Hybrid scenarios based on high βp ELMy H-mode plasmas have been established with weak ITBs at IP = 900 kA, BT = 1.54 T, and q95~3.2 which was sustained for 28 s [47]. High performance of βN > 2.6 and H98 ≥ 1 with fBS = 0.43 was maintained as shown in Fig. 13. There was no NTMs, but infrequent sawtooth and n = 1 mode were observed. During the discharge, the confinement was gradually degraded due to wall recycling which can be seen in Fig. 13, where the density and Dα were increased, while the NBI beam power was increased to keep the performance constant.

Fig. 13
figure 13

Overview of long-pulse hybrid mode in JT-60U (shot 48158) (Figure 1 from [47])


4.4 Conventional ITB and FIRE mode in KSTAR

Stable conventional ITBs were achieved with the plasma shape control in marginally limited plasma (upper single null like) in KSTAR. Performance close to standard H-modes of βN~1.6 and H89L~2.2 was sustained about 10 s. The central ion temperature was Ti,0~9 keV. The control of striking point was essential to minimize the inflow of impurities for long-pulse discharges [15]. FIRE mode was sustained up to 30 s with Ti,0~9 keV. The progress of long-pulse operation with conventional ITB and FIRE mode is presented in Fig. 14 and Table 1.

Fig. 14
figure 14

af Time evolution of long-pulse ITB discharge at KSTAR (shot 24043) (Figure 8 from [15]). g Progress of sustainment of high ion temperature in long-pulse operations with ITB in KSTAR

 

Table 1 Progress of sustainment of high ion temperature in long-pulse operations with ITB in KSTAR



5 Conclusions

To achieve the goal of tokamak plasma research, (i) high fusion performance, (ii) steady-state operation, and (iii) long-pulse operation, ITB experiments have been actively conducted in various tokamak devices.
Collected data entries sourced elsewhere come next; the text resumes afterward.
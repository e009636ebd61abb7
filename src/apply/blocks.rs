//! The block loop of one file, three blocks in flight.
//!
//! While the engines run block k, the meters and writers finish block k − 1 and the
//! reader fetches block k + 1: every step of the loop is a handful of independent
//! tasks, which rayon spreads over the cores (a fixed target also splits its channels,
//! see [`Runner`]). Each task owns what it touches, so the outputs are those of the
//! plain sequential loop, byte for byte.

use crate::audio::metrics::{powers, LevelMeter, ToneMeter};
use crate::audio::{WavReader, WavWriter};
use crate::error::Result;
use crate::simulate::Runner;

/// Frames per block: large enough to amortise handing tasks between the cores (8192
/// spent a tenth of the time switching threads), small enough for the second-level
/// cache (512 KiB of stereo f64).
pub const BLOCK_FRAMES: usize = 32768;

/// What the loop reads, runs, meters and writes; `None` for what the run leaves out.
pub(super) struct Stages<'a> {
    pub reader: &'a mut WavReader,
    pub channels: usize,
    pub target: &'a mut Runner,
    pub reference: Option<&'a mut Runner>,
    pub levels_in: &'a mut LevelMeter,
    pub levels_out: &'a mut LevelMeter,
    /// The tone meters of the input and the target's output, over channel 0 from frame
    /// `settle` on.
    pub tone_in: Option<&'a mut ToneMeter>,
    pub tone_out: Option<&'a mut ToneMeter>,
    pub settle: u64,
    pub target_out: &'a mut WavWriter,
    pub reference_out: Option<&'a mut WavWriter>,
    /// The target-minus-reference file and its gain.
    pub residual_out: Option<&'a mut WavWriter>,
    pub residual_gain: f64,
}

/// Sums over the whole file.
#[derive(Debug, Default)]
pub(super) struct Totals {
    pub frames: u64,
    /// Of the reference output.
    pub signal_power: f64,
    /// Of the target minus the reference.
    pub error_power: f64,
}

/// One block's buffers.
#[derive(Default)]
struct Block {
    /// Index of the first frame in the file.
    first_frame: u64,
    input: Vec<f64>,
    target: Vec<f64>,
    reference: Vec<f64>,
    residual: Vec<f64>,
}

/// Runs the whole file through `stages`, telling `progress` the frames done.
///
/// # Errors
/// The first error of any task (reading, an engine, writing); the loop stops there.
pub(super) fn run(stages: Stages<'_>, progress: &(dyn Fn(u64) + Sync)) -> Result<Totals> {
    let Stages {
        reader,
        channels,
        target,
        mut reference,
        levels_in,
        levels_out,
        mut tone_in,
        mut tone_out,
        settle,
        target_out,
        mut reference_out,
        mut residual_out,
        residual_gain,
    } = stages;
    let mut totals = Totals::default();
    let (mut previous, mut current, mut next) =
        (Block::default(), Block::default(), Block::default());
    reader.read_block(&mut next.input, BLOCK_FRAMES)?;
    loop {
        // The block read becomes the one to run, the one run the one to finish.
        std::mem::swap(&mut previous, &mut current);
        std::mem::swap(&mut current, &mut next);
        next.first_frame = current.first_frame + (current.input.len() / channels) as u64;
        if current.input.is_empty() && previous.input.is_empty() {
            return Ok(totals);
        }
        let mut results: [Result<()>; 6] = std::array::from_fn(|_| Ok(()));
        let [run_target, run_reference, finish_target, finish_reference, compare, read] =
            &mut results;
        let (mut signal_power, mut error_power) = (0.0, 0.0);
        let Block { first_frame, input, target: run_out, reference: reference_run, .. } =
            &mut current;
        let (first_frame, input) = (*first_frame, &*input);
        let Block {
            first_frame: finished_from,
            input: finished,
            target: target_done,
            reference: reference_done,
            residual,
        } = &mut previous;
        let (finished_from, target_done, reference_done) =
            (*finished_from, &*target_done, &*reference_done);
        let ran = !finished.is_empty();
        let compared = reference.is_some();
        // Spawned so that the two cores share the step evenly: the scope's own thread
        // takes its tasks newest first, a thief takes them oldest first. The reference
        // engine, spawned last, starts at once on this thread while the target engine,
        // spawned first, is stolen; the reads and writes between them fill whichever
        // core frees first.
        rayon::scope(|s| {
            if !input.is_empty() {
                let engine = &mut *target;
                s.spawn(move |_| *run_target = engine.process_from(input, run_out));
            }
            if ran && compared {
                if let Some(w) = &mut reference_out {
                    s.spawn(move |_| *finish_reference = w.write_block(reference_done));
                }
            }
            {
                // At the end this empties `next`, which ends the loop.
                let (reader, into) = (&mut *reader, &mut next.input);
                s.spawn(move |_| *read = reader.read_block(into, BLOCK_FRAMES).map(|_| ()));
            }
            if ran && compared {
                let (out, signal, error) = (&mut residual_out, &mut signal_power, &mut error_power);
                s.spawn(move |_| {
                    (*signal, *error) = powers(target_done, reference_done);
                    if let Some(w) = out {
                        residual.clear();
                        residual.extend(
                            target_done
                                .iter()
                                .zip(reference_done)
                                .map(|(t, r)| (t - r) * residual_gain),
                        );
                        *compare = w.write_block(residual);
                    }
                });
            }
            if ran {
                let (levels, tone, out) = (&mut *levels_out, &mut tone_out, &mut *target_out);
                s.spawn(move |_| {
                    levels.add(target_done);
                    if let Some(t) = tone {
                        t.add(tone_samples(target_done, channels, settle, finished_from));
                    }
                    *finish_target = out.write_block(target_done);
                });
            }
            if !input.is_empty() {
                let (levels, tone, engine) = (&mut *levels_in, &mut tone_in, &mut reference);
                s.spawn(move |_| {
                    levels.add(input);
                    if let Some(t) = tone {
                        t.add(tone_samples(input, channels, settle, first_frame));
                    }
                    if let Some(e) = engine {
                        *run_reference = e.process_from(input, reference_run);
                    }
                });
            }
        });
        for r in results {
            r?;
        }
        if ran {
            totals.signal_power += signal_power;
            totals.error_power += error_power;
            totals.frames += (finished.len() / channels) as u64;
            progress(totals.frames);
        }
    }
}

/// The samples of channel 0 of `block` (of `channels`, starting at frame
/// `first_frame`) that a tone meter takes: those from frame `settle` on.
fn tone_samples(
    block: &[f64],
    channels: usize,
    settle: u64,
    first_frame: u64,
) -> impl Iterator<Item = f64> + '_ {
    let skip = settle.saturating_sub(first_frame) as usize;
    block.iter().step_by(channels).skip(skip).copied()
}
Significant progress has been made recently such as in high βp plasmas in DIII-D, broad ITB without internal kink mode in HL-2A, F-ATB in ASDEX Upgrade, ion and election ITB in LHD, FIRE mode, and DTB in KSTAR. Outstanding progress has also been achieved in long sustainment of ITB in high βp mode with electron ITB in EAST, quasi-stationary ITB with active control of pressure profile in JET, hybrid mode with weak ITBs in JT-60U, and stationary ITB and FIRE mode in KSTAR.

There are still challenges remaining for ITB discharges to become a reliable and robust scenario for a fusion reactor. For reliable core-edge integration, understanding the particle transport is essential [48]. Weak and small ITBs without ETB require further current drive for steady-state operations. Utilizing self-generated current [49,50,51,52] in addition to bootstrap current would be desirable. Long sustainment of ITBs, at least in the ion energy channel, over the wall saturation time by incorporating high performance with high density in steady-state conditions would be the most promising way for ITB scenarios using thermonuclear fusion. Relying on beam-target fusion in fast-ion rich plasmas such as in FIRE mode can be chased as an alternative approach, for example, in reactors using proton-boron species.